The output should be identical to the entries that follow.
===== Provided entries =====
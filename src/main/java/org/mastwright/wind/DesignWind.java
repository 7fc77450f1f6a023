package org.mastwright.wind;

import java.util.ArrayList;
import java.util.List;
import org.mastwright.design.Site;
import org.mastwright.design.SiteWind;
import org.mastwright.design.SiteWind.Topography;
import org.mastwright.units.Unit;
import org.mastwright.working.Clause;
import org.mastwright.working.Status;
import org.mastwright.working.Step;

/**
 * The speeds an IEC 61400-2 check is made for, at hub height, with the steps that led there.
 *
 * @param gust50_mps 50-year 3 s gust without topography
 */
public record DesignWind(
    double density_kgpm3,
    double hub_m,
    double reference_mps,
    double gust50_mps,
    double gust1_mps,
    double mean_mps,
    Topography topography,
    List<Step> steps) {
  private static final Clause GIVEN = new Clause("tower file", "-", "site.wind", Status.PRACTICE);
  private static final double GUST_EXPONENT = 0.11;
  private static final double MEAN_EXPONENT = 0.2;

  public DesignWind {
    steps = List.copyOf(steps);
  }

  /** Works out the speeds for a site and a hub height. */
  public static DesignWind of(Site site, double hub_m) {
    List<Step> steps = new ArrayList<>();
    double density = density(site, steps);
    double reference = reference(site.wind(), hub_m, steps);
    Step gust = IecWind.GUST_AT.at(reference, hub_m, hub_m);
    steps.add(gust);
    Step year = IecWind.ONE_YEAR_GUST.at(gust.si());
    steps.add(year);
    double atSite =
        site.wind()
            .annualMean()
            .map(m -> IecWind.toHeight_mps(m.speed_mps(), hub_m, m.height_m(), MEAN_EXPONENT))
            .orElse(0.0);
    Step mean = IecWind.MEAN.at(reference, atSite);
    steps.add(mean);
    return new DesignWind(
        density,
        hub_m,
        reference,
        gust.si(),
        year.si(),
        mean.si(),
        site.wind().topography(),
        steps);
  }

  private static double density(Site site, List<Step> steps) {
    if (site.airDensity_kgpm3().isPresent()) {
      double stated = site.airDensity_kgpm3().getAsDouble();
      steps.add(Step.given("ρ", "as stated", stated, Unit.KGPM3, GIVEN));
      return stated;
    }
    Step step = IecWind.DENSITY.at(site.altitude_m().orElse(0));
    steps.add(step);
    return step.si();
  }

  private static double reference(SiteWind wind, double hub_m, List<Step> steps) {
    if (wind.stated() instanceof SiteWind.Stated.IecClass c) {
      steps.add(
          Step.given(
              "V_ref",
              "class " + c.name(),
              c.referenceSpeed_mps(),
              Unit.MPS,
              new Clause("IEC 61400-2", "2013", "Table 1", Status.RECALLED)));
      return c.referenceSpeed_mps();
    }
    SiteWind.Stated.Speed s = (SiteWind.Stated.Speed) wind.stated();
    steps.add(
        Step.given(
            "V_T",
            "as stated: " + s.averaging().key() + ", " + years(s) + " years",
            s.speed_mps(),
            Unit.MPS,
            GIVEN));
    Step fifty = fiftyYear(s, steps);
    double time_s = s.averaging().time_s(s.speed_mps());
    if (s.averaging() == SiteWind.Averaging.TEN_MINUTES) {
      Step hub =
          IecWind.TO_HUB.at(fifty.si(), hub_m, s.height_m(), meanExponent(hub_m, s.height_m()));
      steps.add(hub);
      return hub.si();
    }
    Step short3 = IecWind.DURST.at(3);
    Step stated = IecWind.DURST.at(time_s);
    Step gust = IecWind.AVERAGING.at(fifty.si(), short3.si(), stated.si());
    Step hub = IecWind.TO_HUB.at(gust.si(), hub_m, s.height_m(), GUST_EXPONENT);
    Step reference = IecWind.REFERENCE_FROM_GUST.at(hub.si());
    steps.addAll(List.of(short3, stated, gust, hub, reference));
    return reference.si();
  }

  /**
   * A map of ultimate speeds is undone by the curve it was made with; any other return period by
   * that curve and by EN 1991-1-4, and the greater speed counts.
   */
  private static Step fiftyYear(SiteWind.Stated.Speed s, List<Step> steps) {
    double years = s.level().returnPeriod_yr();
    Step american = IecWind.TO_FIFTY_YEARS.at(s.speed_mps(), years);
    steps.add(american);
    if (s.level() instanceof SiteWind.Level.Ultimate || years <= 1) {
      return american;
    }
    Step european = IecWind.TO_FIFTY_YEARS_EN.at(s.speed_mps(), years);
    steps.add(european);
    return european.si() > american.si() ? european : american;
  }

  /** Of a mean speed: the normal profile upwards, the flatter gust profile downwards. */
  private static double meanExponent(double hub_m, double stated_m) {
    return hub_m > stated_m ? MEAN_EXPONENT : GUST_EXPONENT;
  }

  private static String years(SiteWind.Stated.Speed s) {
    return Long.toString(Math.round(s.level().returnPeriod_yr()));
  }

  /** Factor on speed by the lie of the land for wind from a bearing. */
  public double speedFactor(double windFrom_rad) {
    if (topography instanceof Topography.SpeedFactor f) {
      return f.speedFactor();
    }
    if (topography instanceof Topography.PressureFactor f) {
      return Math.sqrt(f.pressureFactor());
    }
    if (topography instanceof Topography.BySector by) {
      for (Topography.Sector s : by.sectors()) {
        double width = (s.to_rad() - s.from_rad() + 4 * Math.PI) % (2 * Math.PI);
        double in = (windFrom_rad - s.from_rad() + 4 * Math.PI) % (2 * Math.PI);
        if (in <= width) {
          return s.speedFactor().orElse(Math.sqrt(s.pressureFactor().orElse(1)));
        }
      }
    }
    return 1;
  }
}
=====
Reply:
filename src/main/java/org/mastwright/wind/DesignWind.java
repository 7fc77450f1f6a023
package org.mastwright.wind;

import java.util.ArrayList;
import java.util.List;
import org.mastwright.design.Site;
import org.mastwright.design.SiteWind;
import org.mastwright.design.SiteWind.Topography;
import org.mastwright.units.Unit;
import org.mastwright.working.Clause;
import org.mastwright.working.Status;
import org.mastwright.working.Step;

/**
 * The speeds an IEC 61400-2 check is made for, at hub height, with the steps that led there.
 *
 * @param gust50_mps 50-year 3 s gust without topography
 */
public record DesignWind(
    double density_kgpm3,
    double hub_m,
    double reference_mps,
    double gust50_mps,
    double gust1_mps,
    double mean_mps,
    Topography topography,
    List<Step> steps) {
  private static final Clause GIVEN = new Clause("tower file", "-", "site.wind", Status.PRACTICE);
  private static final double GUST_EXPONENT = 0.11;
  private static final double MEAN_EXPONENT = 0.2;

  public DesignWind {
    steps = List.copyOf(steps);
  }

  /** Works out the speeds for a site and a hub height. */
  public static DesignWind of(Site site, double hub_m) {
    List<Step> steps = new ArrayList<>();
    double density = density(site, steps);
    double reference = reference(site.wind(), hub_m, steps);
    Step gust = IecWind.GUST_AT.at(reference, hub_m, hub_m);
    steps.add(gust);
    Step year = IecWind.ONE_YEAR_GUST.at(gust.si());
    steps.add(year);
    double atSite =
        site.wind()
            .annualMean()
            .map(m -> IecWind.toHeight_mps(m.speed_mps(), hub_m, m.height_m(), MEAN_EXPONENT))
            .orElse(0.0);
    Step mean = IecWind.MEAN.at(reference, atSite);
    steps.add(mean);
    return new DesignWind(
        density,
        hub_m,
        reference,
        gust.si(),
        year.si(),
        mean.si(),
        site.wind().topography(),
        steps);
  }

  private static double density(Site site, List<Step> steps) {
    if (site.airDensity_kgpm3().isPresent()) {
      double stated = site.airDensity_kgpm3().getAsDouble();
      steps.add(Step.given("ρ", "as stated", stated, Unit.KGPM3, GIVEN));
      return stated;
    }
    Step step = IecWind.DENSITY.at(site.altitude_m().orElse(0));
    steps.add(step);
    return step.si();
  }

  private static double reference(SiteWind wind, double hub_m, List<Step> steps) {
    if (wind.stated() instanceof SiteWind.Stated.IecClass c) {
      steps.add(
          Step.given(
              "V_ref",
              "class " + c.name(),
              c.referenceSpeed_mps(),
              Unit.MPS,
              new Clause("IEC 61400-2", "2013", "Table 1", Status.RECALLED)));
      return c.referenceSpeed_mps();
    }
    SiteWind.Stated.Speed s = (SiteWind.Stated.Speed) wind.stated();
    steps.add(
        Step.given(
            "V_T",
            "as stated: " + s.averaging().key() + ", " + years(s) + " years",
            s.speed_mps(),
            Unit.MPS,
            GIVEN));
    Step fifty = fiftyYear(s, steps);
    double time_s = s.averaging().time_s(s.speed_mps());
    if (s.averaging() == SiteWind.Averaging.TEN_MINUTES) {
      Step hub =
          IecWind.TO_HUB.at(fifty.si(), hub_m, s.height_m(), meanExponent(hub_m, s.height_m()));
      steps.add(hub);
      return hub.si();
    }
    Step short3 = IecWind.DURST.at(3);
    Step stated = IecWind.DURST.at(time_s);
    Step gust = IecWind.AVERAGING.at(fifty.si(), short3.si(), stated.si());
    Step hub = IecWind.TO_HUB.at(gust.si(), hub_m, s.height_m(), GUST_EXPONENT);
    Step reference = IecWind.REFERENCE_FROM_GUST.at(hub.si());
    steps.addAll(List.of(short3, stated, gust, hub, reference));
    return reference.si();
  }

  /**
   * A map of ultimate speeds is undone by the curve it was made with; any other return period by
   * that curve and by EN 1991-1-4, and the greater speed counts.
   */
  private static Step fiftyYear(SiteWind.Stated.Speed s, List<Step> steps) {
    double years = s.level().returnPeriod_yr();
    Step american = IecWind.TO_FIFTY_YEARS.at(s.speed_mps(), years);
    steps.add(american);
    if (s.level() instanceof SiteWind.Level.Ultimate || years <= 1) {
      return american;
    }
    Step european = IecWind.TO_FIFTY_YEARS_EN.at(s.speed_mps(), years);
    steps.add(european);
    return european.si() > american.si() ? european : american;
  }

  /** Of a mean speed: the normal profile upwards, the flatter gust profile downwards. */
  private static double meanExponent(double hub_m, double stated_m) {
    return hub_m > stated_m ? MEAN_EXPONENT : GUST_EXPONENT;
  }

  private static String years(SiteWind.Stated.Speed s) {
    return Long.toString(Math.round(s.level().returnPeriod_yr()));
  }

  /** Factor on speed by the lie of the land for wind from a bearing. */
  public double speedFactor(double windFrom_rad) {
    if (topography instanceof Topography.SpeedFactor f) {
      return f.speedFactor();
    }
    if (topography instanceof Topography.PressureFactor f) {
      return Math.sqrt(f.pressureFactor());
    }
    if (topography instanceof Topography.BySector by) {
      for (Topography.Sector s : by.sectors()) {
        double width = (s.to_rad() - s.from_rad() + 4 * Math.PI) % (2 * Math.PI);
        double in = (windFrom_rad - s.from_rad() + 4 * Math.PI) % (2 * Math.PI);
        if (in <= width) {
          return s.speedFactor().orElse(Math.sqrt(s.pressureFactor().orElse(1)));
        }
      }
    }
    return 1;
  }
}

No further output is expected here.